Your goal ▸
Print the data that follows without changing a single word.

--- --- ---

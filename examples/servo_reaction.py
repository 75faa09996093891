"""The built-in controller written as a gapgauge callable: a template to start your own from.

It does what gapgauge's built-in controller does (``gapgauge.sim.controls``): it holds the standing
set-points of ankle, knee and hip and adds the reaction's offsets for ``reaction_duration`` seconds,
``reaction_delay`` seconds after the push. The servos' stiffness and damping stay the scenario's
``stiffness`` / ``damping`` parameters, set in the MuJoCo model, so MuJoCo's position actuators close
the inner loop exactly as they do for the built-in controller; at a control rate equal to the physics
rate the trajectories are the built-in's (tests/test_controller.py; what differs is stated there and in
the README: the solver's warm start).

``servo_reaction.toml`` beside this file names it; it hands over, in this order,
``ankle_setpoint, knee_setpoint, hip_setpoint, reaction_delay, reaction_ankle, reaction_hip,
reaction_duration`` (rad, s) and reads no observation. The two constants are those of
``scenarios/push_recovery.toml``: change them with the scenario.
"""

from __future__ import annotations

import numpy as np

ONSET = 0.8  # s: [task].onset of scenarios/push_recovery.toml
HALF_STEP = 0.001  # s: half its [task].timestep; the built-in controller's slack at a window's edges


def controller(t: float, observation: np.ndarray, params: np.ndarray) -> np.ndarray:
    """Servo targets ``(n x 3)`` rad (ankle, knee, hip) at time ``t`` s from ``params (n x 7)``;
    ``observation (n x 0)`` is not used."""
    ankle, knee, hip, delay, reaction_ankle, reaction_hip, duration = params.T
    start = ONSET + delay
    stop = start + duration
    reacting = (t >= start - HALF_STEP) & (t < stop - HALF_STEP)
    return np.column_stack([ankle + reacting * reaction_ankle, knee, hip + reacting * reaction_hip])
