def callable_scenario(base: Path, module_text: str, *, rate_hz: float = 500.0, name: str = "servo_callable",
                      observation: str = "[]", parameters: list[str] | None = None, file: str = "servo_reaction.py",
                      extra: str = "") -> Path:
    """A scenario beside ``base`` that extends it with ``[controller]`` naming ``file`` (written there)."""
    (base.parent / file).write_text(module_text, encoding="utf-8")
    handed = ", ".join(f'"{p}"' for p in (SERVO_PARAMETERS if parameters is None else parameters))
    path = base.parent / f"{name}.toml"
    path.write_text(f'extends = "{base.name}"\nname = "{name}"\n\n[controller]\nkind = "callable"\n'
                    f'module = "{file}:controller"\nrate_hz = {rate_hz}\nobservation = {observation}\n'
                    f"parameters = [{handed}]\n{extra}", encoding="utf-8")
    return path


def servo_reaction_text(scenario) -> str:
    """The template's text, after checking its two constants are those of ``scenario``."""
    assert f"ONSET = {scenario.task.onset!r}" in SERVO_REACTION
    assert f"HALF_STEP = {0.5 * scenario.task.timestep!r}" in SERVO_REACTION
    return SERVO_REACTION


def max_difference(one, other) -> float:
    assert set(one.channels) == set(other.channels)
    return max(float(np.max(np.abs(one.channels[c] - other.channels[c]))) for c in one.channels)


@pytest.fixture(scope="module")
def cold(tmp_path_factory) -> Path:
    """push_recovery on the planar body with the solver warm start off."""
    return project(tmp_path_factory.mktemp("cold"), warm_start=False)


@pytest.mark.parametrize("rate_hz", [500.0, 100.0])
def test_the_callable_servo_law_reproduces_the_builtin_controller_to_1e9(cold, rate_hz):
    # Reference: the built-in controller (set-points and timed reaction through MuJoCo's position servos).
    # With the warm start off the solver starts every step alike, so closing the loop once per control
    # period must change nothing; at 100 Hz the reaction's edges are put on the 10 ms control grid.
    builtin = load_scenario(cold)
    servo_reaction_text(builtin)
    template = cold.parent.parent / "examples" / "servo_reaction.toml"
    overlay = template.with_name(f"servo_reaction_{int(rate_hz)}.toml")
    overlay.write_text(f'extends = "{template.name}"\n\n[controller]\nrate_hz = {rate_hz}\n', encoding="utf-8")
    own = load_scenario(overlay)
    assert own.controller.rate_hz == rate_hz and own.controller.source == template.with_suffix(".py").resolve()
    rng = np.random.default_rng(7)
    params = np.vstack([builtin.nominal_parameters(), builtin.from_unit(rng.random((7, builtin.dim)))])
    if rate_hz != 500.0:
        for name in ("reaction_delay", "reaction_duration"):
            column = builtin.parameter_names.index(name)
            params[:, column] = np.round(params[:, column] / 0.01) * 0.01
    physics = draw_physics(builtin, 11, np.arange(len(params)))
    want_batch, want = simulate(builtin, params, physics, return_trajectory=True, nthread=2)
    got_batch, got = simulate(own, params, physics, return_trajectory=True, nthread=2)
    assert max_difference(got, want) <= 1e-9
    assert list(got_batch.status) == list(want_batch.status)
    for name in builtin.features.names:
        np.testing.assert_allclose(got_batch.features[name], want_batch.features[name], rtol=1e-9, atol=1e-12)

--- --- ---

Exercise answer ▸
filename examples/servo_reaction.py
repository 75faa09996093891
"""The built-in controller written as a gapgauge callable: a template to start your own from.

It does what gapgauge's built-in controller does (``gapgauge.sim.controls``): it holds the standing
set-points of ankle, knee and hip and adds the reaction's offsets for ``reaction_duration`` seconds,
``reaction_delay`` seconds after the push. The servos' stiffness and damping stay the scenario's
``stiffness`` / ``damping`` parameters, set in the MuJoCo model, so MuJoCo's position actuators close
the inner loop exactly as they do for the built-in controller; at a control rate equal to the physics
rate the trajectories are the built-in's (tests/test_controller.py; what differs is stated there and in
the README: the solver's warm start).

``servo_reaction.toml`` beside this file names it; it hands over, in this order,
``ankle_setpoint, knee_setpoint, hip_setpoint, reaction_delay, reaction_ankle, reaction_hip,
reaction_duration`` (rad, s) and reads no observation. The two constants are those of
``scenarios/push_recovery.toml``: change them with the scenario.
"""

from __future__ import annotations

import numpy as np

ONSET = 0.8  # s: [task].onset of scenarios/push_recovery.toml
HALF_STEP = 0.001  # s: half its [task].timestep; the built-in controller's slack at a window's edges


def controller(t: float, observation: np.ndarray, params: np.ndarray) -> np.ndarray:
    """Servo targets ``(n x 3)`` rad (ankle, knee, hip) at time ``t`` s from ``params (n x 7)``;
    ``observation (n x 0)`` is not used."""
    ankle, knee, hip, delay, reaction_ankle, reaction_hip, duration = params.T
    start = ONSET + delay
    stop = start + duration
    reacting = (t >= start - HALF_STEP) & (t < stop - HALF_STEP)
    return np.column_stack([ankle + reacting * reaction_ankle, knee, hip + reacting * reaction_hip])
def callable_scenario(base: Path, module_text: str, *, rate_hz: float = 500.0, name: str = "servo_callable",
                      observation: str = "[]", parameters: list[str] | None = None, file: str = "servo_reaction.py",
                      extra: str = "") -> Path:
    """A scenario beside ``base`` that extends it with ``[controller]`` naming ``file`` (written there)."""
    (base.parent / file).write_text(module_text, encoding="utf-8")
    handed = ", ".join(f'"{p}"' for p in (SERVO_PARAMETERS if parameters is None else parameters))
    path = base.parent / f"{name}.toml"
    path.write_text(f'extends = "{base.name}"\nname = "{name}"\n\n[controller]\nkind = "callable"\n'
                    f'module = "{file}:controller"\nrate_hz = {rate_hz}\nobservation = {observation}\n'
                    f"parameters = [{handed}]\n{extra}", encoding="utf-8")
    return path


def servo_reaction_text(scenario) -> str:
    """The template's text, after checking its two constants are those of ``scenario``."""
    assert f"ONSET = {scenario.task.onset!r}" in SERVO_REACTION
    assert f"HALF_STEP = {0.5 * scenario.task.timestep!r}" in SERVO_REACTION
    return SERVO_REACTION


def max_difference(one, other) -> float:
    assert set(one.channels) == set(other.channels)
    return max(float(np.max(np.abs(one.channels[c] - other.channels[c]))) for c in one.channels)


@pytest.fixture(scope="module")
def cold(tmp_path_factory) -> Path:
    """push_recovery on the planar body with the solver warm start off."""
    return project(tmp_path_factory.mktemp("cold"), warm_start=False)


@pytest.mark.parametrize("rate_hz", [500.0, 100.0])
def test_the_callable_servo_law_reproduces_the_builtin_controller_to_1e9(cold, rate_hz):
    # Reference: the built-in controller (set-points and timed reaction through MuJoCo's position servos).
    # With the warm start off the solver starts every step alike, so closing the loop once per control
    # period must change nothing; at 100 Hz the reaction's edges are put on the 10 ms control grid.
    builtin = load_scenario(cold)
    servo_reaction_text(builtin)
    template = cold.parent.parent / "examples" / "servo_reaction.toml"
    overlay = template.with_name(f"servo_reaction_{int(rate_hz)}.toml")
    overlay.write_text(f'extends = "{template.name}"\n\n[controller]\nrate_hz = {rate_hz}\n', encoding="utf-8")
    own = load_scenario(overlay)
    assert own.controller.rate_hz == rate_hz and own.controller.source == template.with_suffix(".py").resolve()
    rng = np.random.default_rng(7)
    params = np.vstack([builtin.nominal_parameters(), builtin.from_unit(rng.random((7, builtin.dim)))])
    if rate_hz != 500.0:
        for name in ("reaction_delay", "reaction_duration"):
            column = builtin.parameter_names.index(name)
            params[:, column] = np.round(params[:, column] / 0.01) * 0.01
    physics = draw_physics(builtin, 11, np.arange(len(params)))
    want_batch, want = simulate(builtin, params, physics, return_trajectory=True, nthread=2)
    got_batch, got = simulate(own, params, physics, return_trajectory=True, nthread=2)
    assert max_difference(got, want) <= 1e-9
    assert list(got_batch.status) == list(want_batch.status)
    for name in builtin.features.names:
        np.testing.assert_allclose(got_batch.features[name], want_batch.features[name], rtol=1e-9, atol=1e-12)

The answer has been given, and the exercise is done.